A large near-Earth asteroid is set to make a swift, safe pass by our planet on August 20, according to astronomers tracking its path. The object, designated 1997 QK1, is roughly the size of a football stadium and will come within about 1.87 million miles of Earth—close in cosmic terms, but nowhere near a collision course.
What’s actually happening on August 20
1997 QK1 is a member of the Aten family of asteroids, which orbit the Sun in a way that crosses Earth’s path. That’s one reason it gets special attention when it lines up for a favorable flyby. This month’s approach is a good window for observations: radar teams are preparing to ping the asteroid to refine its size, shape, spin, and trajectory. Those measurements help tighten future predictions and fill in the picture of what this object is made of.
Why “potentially hazardous” doesn’t mean “dangerous today”
You might see the phrase “potentially hazardous asteroid” attached to objects like this one. That label sounds ominous, but it’s really an engineering flag: it marks asteroids that are both large and capable of passing within a few million kilometers of Earth at some point. It does not mean an impact is expected. For 1997 QK1’s current pass, the risk is effectively zero. Astronomers track these flybys precisely so we can say that with confidence.
A routine flyby with scientific upside
Even a harmless pass is valuable. Radar imaging during close approaches can:
- Sharpen the asteroid’s orbit, reducing uncertainties in future forecasts.

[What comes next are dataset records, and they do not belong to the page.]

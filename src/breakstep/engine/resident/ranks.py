"""Ranks: how urgent a task is, as the longest path of measured costs that still lies ahead in its cycle.

Costs are those of the newest cycle that this worker has done. Paths follow data, and the verdicts that let iterations
go on; they run through own tiles only, for what other workers do is not measured here. A rank decides the order of
ready tasks and nothing else, so results do not depend on it.
"""

from __future__ import annotations

from collections.abc import Mapping

from breakstep.engine.resident.plan import WorkerPlan
from breakstep.graph.unroll import Phase

Place = tuple[int, int]  # stage, iteration
ByTile = dict[int, int]  # own tile -> ns


class Ranks:
    """Ranks of one worker's tasks.

    Parameters
    ----------
    plan : WorkerPlan
    """

    def __init__(self, plan: WorkerPlan) -> None:
        self._plan = plan
        self._orders = len(plan.program.template.orders)
        self._cycles: dict[int, dict[int, tuple[Phase, ByTile]]] = {}  # cycle -> phase -> costs
        self._ranks: dict[int, dict[Place, ByTile]] = {}  # order -> ranks

    def of_phase(self, phase: Phase) -> Mapping[int, int]:
        """Rank of each own tile's task [ns]; empty before anything was measured."""
        ranks = self._ranks.get(phase.cycle % self._orders, {})
        place = (phase.stage.index, phase.iteration)
        while place not in ranks and place[1] > 0:  # an iteration more than the cycle before had
            place = (place[0], place[1] - 1)
        return ranks.get(place, {})

    def emit(self, phase: Phase) -> None:
        """A phase of a cycle that is not done."""
        self._cycles.setdefault(phase.cycle, {})[phase.number] = (phase, {})

    def note(self, phase: Phase, tile: int, nanoseconds: int) -> None:
        """What a task cost."""
        self._cycles[phase.cycle][phase.number][1][tile] = nanoseconds

    def close(self, before: int) -> None:
        """Cycles before this one are done: work the newest's ranks out."""
        for cycle in sorted(cycle for cycle in self._cycles if cycle < before):
            self._ranks[cycle % self._orders] = self._longest_paths(self._cycles.pop(cycle))

    def _longest_paths(self, phases: Mapping[int, tuple[Phase, ByTile]]) -> dict[Place, ByTile]:
        """From the last phase back: own cost, and the longest path among the tasks that wait for it."""
        ahead: dict[int, ByTile] = {number: dict.fromkeys(self._plan.tiles, 0) for number in phases}
        makers = {making.instance: number for number, (phase, _) in phases.items() for making in phase.makes}
        ranks = {}
        for number, (phase, costs) in reversed(list(phases.items())):
            ranks[phase.stage.index, phase.iteration] = mine = {
                tile: path + costs.get(tile, 0) for tile, path in ahead.pop(number).items()
            }
            self._lengthen(phase, mine, ahead)
            if phase.gate is not None and mine:
                behind = ahead[makers[phase.gate.instance]]
                longest = max(mine.values())
                behind.update({tile: max(path, longest) for tile, path in behind.items()})
        return ranks

    def _lengthen(self, phase: Phase, mine: ByTile, ahead: dict[int, ByTile]) -> None:
        """Paths ahead of what a phase reads go through it."""
        for source, reach in self._plan.reaches(phase):
            behind = ahead.get(source)
            if behind is None:  # of another cycle
                continue
            for tile, path in mine.items():
                for other in reach.here[tile]:
                    if behind[other] < path:
                        behind[other] = path
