RULES = (
    inputs_are_counted,
    arrays_are_held_while_needed,
    phases_are_kept_while_needed,
    bundles_are_held_while_needed,
    bytes_are_the_sum_of_what_is_held,
    cycles_are_counted,
    cycles_go_in_order,
    results_are_kept_while_needed,
    trees_wait_for_open_results,
    barriers_wait_for_workers,
    queue_holds_ready_tasks,
    oldest_phase_is_known,
    end_is_noticed,
)
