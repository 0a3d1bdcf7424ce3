"""What a replay found: when each task ran, where, and where the machine's time went."""

from __future__ import annotations

from dataclasses import dataclass

import numpy as np

from breakstep.forecast.graph import STEP, Int32s, Int64s, ReplayGraph
from breakstep.forecast.model import MachineModel


@dataclass(frozen=True)
class Replay:
    """One played graph.

    Parameters
    ----------
    makespan_ns : int
        End of the last step task, counted from 0 [ns].
    start_ns, finish_ns : ndarray of int64, shape (tasks,)
        Moment the thread takes a task up (its overhead begins), and moment it is done [ns]. Of a control node:
        when its last input was there, and when it released. With free placement a thread fetches
        a task's inputs before ``start_ns``.
    slot : ndarray of int32, shape (tasks,)
        Thread that ran it, ``worker * threads + thread``; -1 for control nodes.
    order : ndarray of int32, shape (tasks,)
        Tasks in the order in which they finished, ties settled: a topological order of data, threads and messages.
    busy_ns, overhead_ns, idle_ns : ndarray of int64, shape (workers,)
        They sum to threads x makespan for each worker [ns].
    received_bytes : ndarray of int64, shape (workers,)
        What came from other workers [bytes].
    messages : int
        How many edges crossed from worker to worker.
    """

    makespan_ns: int
    start_ns: Int64s
    finish_ns: Int64s
    slot: Int32s
    order: Int32s
    busy_ns: Int64s
    overhead_ns: Int64s
    idle_ns: Int64s
    received_bytes: Int64s
    messages: int


def accounted(
    graph: ReplayGraph,
    machine: MachineModel,
    times: tuple[Int64s, Int64s],
    slot: Int32s,
    order: Int32s,
    traffic: tuple[Int64s, int],
) -> Replay:
    """Add up where the time went.

    Idle time is what is left: the engines never run two tasks on one thread at once, which tests check.
    """
    start, finish = times
    steps = graph.kind == STEP
    worker = slot[steps] // machine.threads
    makespan = int(finish[steps].max(initial=0))
    busy = np.zeros(machine.workers, dtype=np.int64)
    np.add.at(busy, worker, graph.duration_ns[steps])
    overhead = np.bincount(worker, minlength=machine.workers).astype(np.int64) * machine.overhead_ns
    idle = machine.threads * makespan - busy - overhead
    return Replay(makespan, start, finish, slot, order, busy, overhead, idle, traffic[0], traffic[1])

- Reveal surface features and shape—whether it’s a lumpy “rubble pile” or more monolithic.
- Measure rotation and hint at internal structure.
Those clues feed into broader planetary defense work, which is less about alarm and more about preparation and understanding.
The bigger picture
Asteroids swing by Earth all the time—most are smaller, most get less attention, and nearly all pass without incident. What sets 1997 QK1 apart is its size and a geometry that favors detailed observation this month. Looking ahead, the community’s next headline event is 99942 Apophis in April 2029: a dramatic, ultra-close flyby that’s already booked as a once-in-a-generation science opportunity, not a threat.
Bottom line
- The August 20 flyby is safe. No impact risk.
- The distance—about 1.87 million miles—is comfortably far.
- Scientists will use the pass to learn more about 1997 QK1 and improve future predictions.
If agencies release updated measurements after the radar campaign, expect fresh details on the asteroid’s size, spin, and surface—more science, same safety.